In 1851, the Dakota people signed into two treaties with the United States Federal Government, the Treaty of Traverse des Sioux and the Treaty of Mendota, which together ceded their claims to millions of acres and enabled white settlement in Central and Southern Minnesota. In exchange, the Sioux were to receive a reservation and annual payments totaling more than two million dollars, but ultimately received little other than a few trade goods. Most of the payments were actually made to white traders (supposedly for goods provided to the Sioux) or stolen through corruption within the Bureau of Indian Affairs. When Minnesota became a state in 1858, the tribes sent representatives to Washington, D.C. led by Chief Little Crow to complain about not receiving the benefits negotiated in the treaty, but had little success. The land on their reservation proved not arable, and new settlement practices restricted hunting.
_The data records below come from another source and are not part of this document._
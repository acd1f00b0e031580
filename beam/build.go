package beam

import (
	"cmp"
	"fmt"
	"slices"

	"soffit.example/bars"
	"soffit.example/units"
)

// stirrupLength is the cut length of one set of stirrups of a zone, with its
// cross ties; zero where the section has no room for the bends, which
// appendGeometry reports.
func (t *Trial) stirrupLength(size bars.Size, z *Zone) units.Length {
	cage := t.cage()
	width, depth := cage.Outside()
	l, err := bars.StirrupSet{Size: size, Form: z.form(), Width: width, Depth: depth, Legs: z.Legs}.Lengths()
	if err != nil {
		return units.Length{}
	}
	return l.Total
}

// form is the zone's stirrups as package bars knows them; closed unless the
// layout says otherwise.
func (z *Zone) form() bars.StirrupForm {
	if z.Form == bars.OpenForm.String() {
		return bars.OpenForm
	}
	return bars.ClosedForm
}

// appendGeometry appends what no code is needed to see: whether the stirrups
// can be bent, and whether the bars lie inside them, clear of those at the
// opposite face.
func (t *Trial) appendGeometry(dst []Check) []Check {
	const clause = "geometry"
	depth := t.Brief.Section.Depth
	for _, face := range [2]Face{Bottom, Top} {
		f := t.Steel(face)
		if f.Count == 0 {
			continue
		}
		c := Check{ID: "fit.width", Clause: clause, Face: face, Detailing: true}
		c.Compare(f.Fit.LeastWidth.Amount(), t.Brief.Section.Width.Amount())
		dst = append(dst, c)

		c = Check{ID: "fit.depth", Clause: clause, Face: face, Detailing: true}
		// Opposite bars keep the distance of layers; without any, the leg of
		// the stirrup is opposite.
		other := t.Cover.Add(t.Stirrup.Diameter)
		if o := t.Steel(face.Opposite()); o.Count > 0 {
			other = o.Fit.Height.Add(t.Code.Gaps(t.Problem).BetweenLayers.Least)
		}
		c.Compare(f.Fit.Height.Add(other).Amount(), depth.Amount())
		dst = append(dst, c)
	}
	dst = t.appendSideGeometry(dst)
	for i := range t.Zones {
		// Stirrups stand clear of each other as bars do.
		c := Check{ID: "stirrup.clear", Clause: clause, Span: t.Zones[i].Span, At: t.Zones[i].From, Detailing: true}
		c.Compare(t.ZoneBar[i].Diameter.Add(t.Code.Gaps(t.Problem).InLayer.Least).Amount(), t.Zones[i].Spacing.Amount())
		dst = append(dst, c)

		c = Check{ID: "stirrup.bends", Clause: clause, Span: t.Zones[i].Span, At: t.Zones[i].From, Detailing: true}
		cage := t.cage()
		width, depth := cage.Outside()
		bend, err := t.ZoneBar[i].Bend(bars.Stirrup)
		if err != nil {
			c.Outcome, c.Utilization, c.Reason = Fail, NoCapacity, err.Error()
			dst = append(dst, c)
			continue
		}
		c.Compare(bend.Setback().Scale(2).Amount(), width.Min(depth).Amount())
		dst = append(dst, c)
	}
	return dst
}

// appendChecks appends everything that is judged of a finished trial: the
// geometry, and every group of the code.
func (t *Trial) appendChecks(dst []Check) []Check {
	dst = t.appendGeometry(dst)
	for _, g := range Groups() {
		dst = t.Code.Judge(dst, g, t)
	}
	return dst
}

// appendSideGeometry sees whether side-face bars lie between the bars of top
// and bottom, clear of both and of each other.
func (t *Trial) appendSideGeometry(dst []Check) []Check {
	s := &t.Side
	if s.Each == 0 {
		return dst
	}
	const clause = "geometry"
	gap, radius := t.Code.Gaps(t.Problem).InLayer.Least, s.Size.Diameter.Scale(0.5)
	near, far := t.Steel(s.TensionFace), t.Steel(s.TensionFace.Opposite())
	clear := Check{ID: "side-face.clear", Clause: clause, Face: Side, Detailing: true}
	clear.Compare(near.Fit.Height.Sub(near.Farthest).Max(radius).Add(gap).Add(radius).Amount(), s.Spacing.Amount())
	room := Check{ID: "side-face.room", Clause: clause, Face: Side, Detailing: true}
	room.Compare(near.Farthest.Add(s.Spacing.Scale(float64(s.Each))).Add(radius).Add(gap).Add(far.Fit.Height).Amount(), t.Brief.Section.Depth.Amount())
	return append(dst, clear, room)
}

// layoutOf writes a found layout as a drawing would.
func (s *search) layoutOf(f *found) Layout {
	var l Layout
	length := s.p.length()
	l.appendRows(Bottom, &f.bottom, f.inCompress == Bottom, "B", length)
	l.appendRows(Top, &f.top, f.inCompress == Top, "T", length)
	marks := map[string]string{}
	for _, z := range f.zones {
		like := fmt.Sprintf("%s/%d", z.Bar, z.Legs)
		if marks[like] == "" {
			marks[like] = fmt.Sprintf("S%d", len(marks)+1)
		}
		z.Mark = marks[like]
		l.Transverse = append(l.Transverse, z)
	}
	return l
}

// appendRows adds the bars of one face, marked letter by letter.
func (l *Layout) appendRows(face Face, b *barSet, inCompression bool, letter string, length units.Length) {
	n := 0
	for i := range b.layers[:b.used] {
		for _, g := range b.layers[i] {
			if g.count == 0 {
				continue
			}
			n++
			l.Longitudinal = append(l.Longitudinal, Row{
				Mark: fmt.Sprintf("%s%d", letter, n), Bar: g.size.Name, Count: g.count, Face: face, Layer: i + 1,
				InCompression: inCompression, To: length, Start: "straight", End: "straight",
			})
		}
	}
}

// trialOf lays a layout out as a trial. Faults name the fields of the layout
// that make no sense for the problem.
func trialOf(p *Problem, l *Layout) (*Trial, []Fault) {
	f := newFaults(p.System)
	t := &Trial{Problem: p}
	length := p.length()
	var faces [2][]bars.Layer
	var relied [2]bool
	largest := bars.Size{}
	if len(l.Longitudinal) > maxRows || len(l.Transverse) > maxRows {
		f.add("/layout", fmt.Sprintf("at most %d rows and %d zones", maxRows, maxRows), "%d rows and %d zones given", len(l.Longitudinal), len(l.Transverse))
		return nil, f.list
	}
	for i := range l.Longitudinal {
		r := &l.Longitudinal[i]
		path := fmt.Sprintf("/layout/longitudinal/%d", i)
		size, err := p.Catalog.Size(r.Bar)
		if err != nil {
			f.add(path+"/bar", "a size of "+p.Catalog.ID(), "%v", err)
			continue
		}
		if r.Count < 1 || r.Count > mostBars {
			f.add(path+"/count", fmt.Sprintf("1 to %d", mostBars), "count is %d", r.Count)
			continue
		}
		if !r.From.IsZero() || !r.To.IsZero() && !(r.To.AtMost(length) && length.AtMost(r.To)) {
			f.add(path+"/to", "0 and "+p.System.Format(length.Amount()),
				"the row runs from %s to %s; this version judges bars that run the full length", p.System.Format(r.From.Amount()), p.System.Format(r.To.Amount()))
		}
		for _, end := range [2]string{r.Start, r.End} {
			if end != "" && end != "straight" {
				f.add(path, "straight", "a bar end %q is not one that this version judges", end)
			}
		}
		switch r.Face {
		case Bottom, Top:
		case Side:
			if t.Side.Each > 0 {
				f.add(path, "one row of side bars", "a second row of side bars is given")
				continue
			}
			t.Side = SideSteel{Size: size, Each: r.Count, Spacing: r.Spacing, TensionFace: Bottom}
			if !(r.Spacing.Amount().SI() > 0) {
				f.add(path+"/spacing", "above zero", "side bars need the distance between them, and it is %s", p.System.Format(r.Spacing.Amount()))
			}
			continue
		default:
			f.add(path+"/face", "bottom, top, side", "face is missing or not known")
			continue
		}
		if r.Layer < 1 || r.Layer > MaxLayers {
			f.add(path+"/layer", fmt.Sprintf("1 to %d", MaxLayers), "layer is %d", r.Layer)
			continue
		}
		k := int(r.Face) - 1
		for len(faces[k]) < r.Layer {
			faces[k] = append(faces[k], nil)
		}
		faces[k][r.Layer-1] = append(faces[k][r.Layer-1], bars.Group{Size: size, Count: r.Count})
		relied[k] = relied[k] || r.InCompression
		largest = larger(largest, size)
	}
	stirrup := t.setZones(&f, l)
	for k, layers := range faces {
		for i := range layers {
			if len(layers[i]) == 0 {
				f.add("/layout/longitudinal", "layers numbered from the face without a gap", "the %s has bars in layer %d and none in layer %d", Face(k+1), len(layers), i+1)
				layers[i] = []bars.Group{{Size: largest, Count: 1}}
			}
			// The order in which groups of a layer are listed is no fact.
			slices.SortStableFunc(layers[i], func(a, b bars.Group) int { return -cmp.Compare(a.Size.Order, b.Size.Order) })
		}
	}
	if len(f.list) > 0 {
		return nil, f.list
	}
	t.enclose(stirrup, largest)
	for k, layers := range faces {
		if err := t.lay(Face(k+1), layers, relied[k]); err != nil {
			f.add("/layout/longitudinal", "", "%v", err)
		}
	}
	return t, f.list
}

const (
	maxRows  = 500
	mostBars = 1000
)

// setZones takes the stirrup zones of a layout and returns the stirrup that
// the bars lie in: the largest of them.
func (t *Trial) setZones(f *faults, l *Layout) bars.Size {
	var stirrup bars.Size
	member := len(t.Brief.Spans) > 0
	for i := range l.Transverse {
		z := l.Transverse[i]
		path := fmt.Sprintf("/layout/transverse/%d", i)
		size, err := t.Catalog.Size(z.Bar)
		if err != nil {
			f.add(path+"/bar", "a size of "+t.Catalog.ID(), "%v", err)
			continue
		}
		if z.Legs < 2 || z.Legs > 20 {
			f.add(path+"/legs", "2 to 20", "legs is %d", z.Legs)
		}
		if !(z.Spacing.Amount().SI() > 0) || f.mostSide.Less(z.Spacing) {
			f.add(path+"/spacing", "above zero, to "+f.system.Format(f.mostSide.Amount()), "spacing is %s", f.system.Format(z.Spacing.Amount()))
			continue
		}
		if z.Form != "" && z.Form != "closed" && z.Form != "open" {
			f.add(path+"/form", "closed, open", "form is %q", z.Form)
		}
		if member {
			setIfZero(&z.Span, 1)
			if z.Span < 1 || z.Span > len(t.Brief.Spans) {
				f.add(path+"/span", fmt.Sprintf("1 to %d", len(t.Brief.Spans)), "span is %d", z.Span)
				continue
			}
			if span := t.Brief.Spans[z.Span-1]; z.From.Amount().SI() < 0 || !z.To.AtMost(span) || !z.From.Less(z.To) {
				f.add(path+"/to", "a length of the span, from before to", "the zone runs from %s to %s", f.system.Format(z.From.Amount()), f.system.Format(z.To.Amount()))
				continue
			}
			if need := stirrupCount(z); z.Count == 0 {
				z.Count = need
			} else if z.Count < need || z.Count > need+1 {
				f.add(path+"/count", fmt.Sprintf("%d, or %d", need, need+1), "%d stirrups at %s do not make up the zone", z.Count, f.system.Format(z.Spacing.Amount()))
			}
		} else if len(t.Zones) > 0 {
			f.add(path, "one zone with demands", "more than one zone is given, and demands have no place along the beam")
			continue
		}
		t.Zones = append(t.Zones, z)
		t.ZoneBar = append(t.ZoneBar, size)
		if stirrup.IsZero() || stirrup.Diameter.Less(size.Diameter) {
			stirrup = size
		}
	}
	for i := range t.Zones {
		for j := range t.Zones[:i] {
			a, b := &t.Zones[i], &t.Zones[j]
			if a.Span == b.Span && member && !a.To.AtMost(b.From) && !b.To.AtMost(a.From) {
				f.add(fmt.Sprintf("/layout/transverse/%d", i), "zones that do not overlap", "zones %d and %d overlap", j, i)
			}
		}
	}
	return stirrup
}
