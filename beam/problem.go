package beam

import (
	"fmt"
	"slices"

	"soffit.example/bars"
	"soffit.example/beam/statics"
	"soffit.example/units"
)

// Problem is a brief after the code has filled its gaps: sizes looked up,
// loads combined and analysed. It is fixed before the first layout is tried.
type Problem struct {
	Brief   Brief // resolved copy: no field is left to the code any more
	Code    Code
	System  units.System // of the code's edition, for buildable steps
	Catalog bars.Catalog
	Forces  Forces
	Kept    []Combination
	Dropped []DroppedCombination

	Geometry   Geometry       // of the brief's section
	Twisted    bool           // a torque must be designed for
	SelfWeight units.LineLoad // of the brief's section; zero if the brief excludes it
}

// Faces are the positions of the support faces of a span, from the centre of
// its left support; at a free end, the end itself.
func (p *Problem) Faces(span int) (left, right units.Length) {
	l := p.Brief.Spans[span-1]
	return p.Brief.Supports[span-1].Width.Scale(0.5), l.Sub(p.Brief.Supports[span].Width.Scale(0.5))
}

// length of the whole beam; zero with demands given directly.
func (p *Problem) length() (sum units.Length) {
	for _, l := range p.Brief.Spans {
		sum = sum.Add(l)
	}
	return sum
}

// ClearSpan is the distance between the support faces of a span.
func (p *Problem) ClearSpan(span int) units.Length {
	left, right := p.Faces(span)
	return right.Sub(left)
}

// bent reports whether any combination bends the beam in a sense between the
// faces of its supports.
func (p *Problem) bent(sense Sense) bool {
	f := &p.Forces
	for _, d := range f.Demands() {
		if sign := d.Moment.Compare(units.Moment{}); sense == Positive && sign > 0 || sense == Negative && sign < 0 {
			return true
		}
	}
	for span := 1; span <= f.Spans(); span++ {
		from, to := p.Faces(span)
		if _, ok := f.Moment(sense, span, from, to); ok {
			return true
		}
	}
	return false
}

// prepared is a problem on its way: resolved and analysed, with what was
// assumed so far and what puts it out of scope.
type prepared struct {
	*Problem
	register Register
	refusals []Refusal
	// assumedDepth is the effective depth of each sense that the search
	// started from; zero where there was no search.
	assumedDepth [Negative + 1]units.Length
	// assumedWeight is the self-weight of the first section tried.
	assumedWeight units.LineLoad
	any           bool // the first layout that passes will do
}

// prepare resolves a brief under a code and analyses it. The error is an
// *InputError holding every fault found.
func prepare(code Code, given Brief) (*prepared, error) {
	b := given.clone()
	f := newFaults(code.Edition().System)
	catalog, err := bars.Lookup(b.Reinforcement.Catalog)
	if err != nil {
		f.add("/reinforcement/catalog", "an id of the bar catalogs", "%v", err)
	}
	b.check(&f, catalog)
	p := &prepared{Problem: &Problem{Code: code, System: f.system, Catalog: catalog}}
	for _, more := range code.Resolve(&b, &p.register) {
		f.addNew(more)
	}
	if !catalog.IsZero() {
		f.allowed("/preferences/bars", b.Preferences.Bars, bars.Main, p.Problem)
		f.allowed("/preferences/stirrups", b.Preferences.Stirrups, bars.Stirrup, p.Problem)
	}
	if err := f.err(); err != nil {
		return nil, err
	}
	b.Preferences.resolve(p.Problem)
	geometry, wrong := GeometryOf(&b.Section)
	if f.list = append(f.list, wrong...); len(f.list) > 0 {
		return nil, f.err()
	}
	p.Brief, p.Geometry = b, geometry
	if err := p.analyse(); err != nil {
		return nil, err
	}
	p.Twisted = code.Twists(p.Problem)
	p.refusals = code.Scope(p.Problem)
	return p, nil
}

// Validate reports every fault of a brief under a code, as Design would, and
// designs nothing. The error is an *InputError, or nil.
func Validate(code Code, brief Brief) error {
	_, err := prepare(code, brief)
	return err
}

// ValidateLayout reports every fault of a layout, as CheckLayout would, under a
// brief without fault.
func ValidateLayout(code Code, brief Brief, layout Layout) error {
	p, err := prepare(code, brief)
	if err != nil {
		return err
	}
	if _, faults := trialOf(p.Problem, &layout); len(faults) > 0 {
		return &InputError{Faults: faults}
	}
	return nil
}

// clone copies a brief so that resolving it leaves the caller's alone.
func (b Brief) clone() Brief {
	b.Spans = slices.Clone(b.Spans)
	b.Supports = slices.Clone(b.Supports)
	b.Loads = slices.Clone(b.Loads)
	b.Demands = slices.Clone(b.Demands)
	b.Preferences.Bars = slices.Clone(b.Preferences.Bars)
	b.Preferences.Stirrups = slices.Clone(b.Preferences.Stirrups)
	b.Preferences.Depths = slices.Clone(b.Preferences.Depths)
	b.Section = b.Section.clone()
	return b
}

// resolve fills the preferences that the caller left open. They are choices
// of the trade, not of a code.
func (p *Preferences) resolve(pr *Problem) {
	if len(p.Bars) == 0 {
		for _, s := range pr.Catalog.Sizes() {
			if pr.Code.Allows(bars.Main, s) {
				p.Bars = append(p.Bars, s.Name)
			}
		}
	}
	if len(p.Stirrups) == 0 {
		for _, s := range pr.Catalog.Sizes() {
			if _, err := s.Bend(bars.Stirrup); err == nil && pr.Code.Allows(bars.Stirrup, s) && len(p.Stirrups) < usualStirrups {
				p.Stirrups = append(p.Stirrups, s.Name)
			}
		}
	}
	setIfZero(&p.MaxLayers, 2)
	setIfZero(&p.MaxLegs, 4)
	setIfZero(&p.MaxZones, 3)
	setIfZero(&p.KeepBest, 3)
	p.KeepBest = max(p.KeepBest, 0)
	if p.Prefer == 0 {
		p.Prefer = LeastSteel
	}
	if p.SpacingBy.IsZero() {
		p.SpacingBy = units.Inch.Of(0.5)
		if pr.System == units.SI {
			p.SpacingBy = units.Millimetre.Of(10)
		}
	}
}

// usualStirrups is how many of the smallest sizes stirrups are chosen from
// unless the brief names them (common practice, no source).
const usualStirrups = 3

func setIfZero(v *int, def int) {
	if *v == 0 {
		*v = def
	}
}

// atDepth is the same problem with another overall depth: analysed again,
// because the beam's own weight follows the depth.
func (p *prepared) atDepth(d units.Length) (*prepared, error) {
	q := *p.Problem
	q.Brief.Section.Depth = d
	q.Geometry, _ = GeometryOf(&q.Brief.Section)
	n := &prepared{Problem: &q, register: p.register.clone(), assumedWeight: p.assumedWeight}
	if err := n.analyse(); err != nil {
		return nil, err
	}
	n.Twisted = q.Code.Twists(n.Problem)
	n.refusals = q.Code.Scope(n.Problem)
	return n, nil
}

// analyse finds the factored forces of the resolved brief.
func (p *prepared) analyse() error {
	b := &p.Brief
	if len(b.Demands) > 0 {
		p.Forces = demandForces(b.Demands)
		return nil
	}
	p.SelfWeight = units.LineLoad{}
	if !b.NoSelfWeight {
		p.SelfWeight = b.Concrete.Density.Weight().MulArea(p.Geometry.Gross)
		p.assumeWeight()
	}
	p.Kept, p.Dropped = p.Code.Combinations(b)
	forces, err := memberForces(b, p.SelfWeight, p.Kept)
	if err != nil {
		return &InputError{Faults: []Fault{analysisFault(err)}}
	}
	p.Forces = forces
	return nil
}

// memberBeam is the beam as the analysis sees it.
func memberBeam(b *Brief) statics.Beam {
	m := statics.Beam{Spans: make([]statics.Span, len(b.Spans)), Supports: make([]statics.Support, len(b.Supports))}
	for i, l := range b.Spans {
		m.Spans[i] = statics.Span{Length: l}
	}
	for i, s := range b.Supports {
		m.Supports[i] = statics.Support{Kind: s.Kind}
	}
	return m
}

// memberLoads are the loads that bend the beam, its own weight among them.
// Torques do not.
func memberLoads(b *Brief, selfWeight units.LineLoad) []statics.Load {
	loads := make([]statics.Load, 0, len(b.Loads)+1)
	if !selfWeight.IsZero() {
		loads = append(loads, statics.Load{ID: "self-weight", Case: Dead.String(), Shape: statics.Uniform{Intensity: selfWeight}})
	}
	for i := range b.Loads {
		l := &b.Loads[i]
		s := statics.Load{Case: l.Case.String(), Span: l.Span}
		switch l.Shape {
		case Uniform:
			s.Shape = statics.Uniform{Intensity: l.Intensity}
		case Partial:
			end := l.Intensity
			if l.Varies {
				end = l.IntensityEnd
			}
			s.Shape = statics.Partial{From: l.From, To: l.To, Intensity: l.Intensity, IntensityEnd: end}
		case PointLoad:
			s.Shape = statics.Point{Force: l.Force, At: l.At}
		case Couple:
			s.Shape = statics.Couple{Moment: l.Moment, At: l.At}
		default:
			continue
		}
		loads = append(loads, s)
	}
	return loads
}

// assumeWeight lists the self-weight of the first section tried.
func (p *prepared) assumeWeight() {
	if !p.assumedWeight.IsZero() {
		return
	}
	p.assumedWeight = p.SelfWeight
	p.register.Assume(Assumption{
		ID:      "self-weight.section",
		Assumed: p.describeWeight(),
		UsedIn:  []string{"flexure", "shear"},
	})
}

// describeWeight says the self-weight and the section that it is of.
func (p *Problem) describeWeight() string {
	s := p.Brief.Section
	of := p.System.Format(s.Width.Amount()) + " by " + p.System.Format(s.Depth.Amount())
	if s.Shape != Rectangular {
		of = p.System.Format(p.Geometry.Gross.Amount())
		if s.Flange() == Top {
			of += ", the flange as far as it works with the web"
		}
	}
	return fmt.Sprintf("%s of self-weight, from a section of %s", p.System.Format(p.SelfWeight.Amount()), of)
}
During the Dakota War of 1862, which began as treaty payments were due for distribution to the starving Sioux at Fort Ridgely, the Gull Lake Band under Chief Hole in the Day the Younger of Mississippi Chippewa rose to attack near-by Fort Ripley. Enmegahbowh prevented other Ojibwa bands from joining the Gull Lake Band, for which Chief Hole in the Day imprisoned him. Enmegahbowh escaped and traveled thirty miles at night to warn Fort Ripley. This discouraged the Gull Lake Band from attacking the fort. However, many Ojibwe resented Enmegahbowh's actions for years, even though he followed his people (and the Gull Lake band and other Ojibwa) when they were removed to the environs of the Leech Lake Indian Reservation and then eventually to the White Earth Indian Reservation.

In 1867 Bishop Henry Benjamin Whipple ordained Enmegahbowh a priest. In 1869 he encouraged Chief White Cloud's mission to establish peace between the Ojibwe and the Sioux in 1869.

In March 1880, Enmegahbowh and Chief Fine-Day traveled across the eastern United States for three months in order to raise money for a new St. Columba Episcopal Church at White Earth. While in Ohio, they impressed the governor, and also addressed the Ohio state legislature, raising $6000 for their project. After Chief Fine-Day died in 1883, Enmegahbowh referred to him as "our noblest chief" and recommended that a stained glass window in the church memorialize him.

==Death and legacy==
Enmegahbowh died at the White Earth Indian Reservation in northern Minnesota on June 12, 1902 at the age of 95, and is buried in St. Columba's churchyard. The people of St. Columba's honor him each June during the White Earth Pow-Wow. The Episcopal calendar of saints remembers Enmegahbowh on June 12.

Owanah Anderson, in Jamestown Commitment: The Episcopal Church and the American Indian, states that "Church historians have slighted the role of an Indian man, Enmegahbowh, in chronicling the coming of Christianity to the Ojibwa of northern Minnesota. While Whipple was the broker, Enmegahbowh was the implementer. While Whipple would come to be known as Apostle to the Indians, it was Enmegahbowh who served as the bishop's enabler, loyal companion, associate, and interpreter for more than 40 years." He is memorialized in the Enmegahbowh Healing and Reconciliation Station at St. Mark's Cathedral, Minneapolis.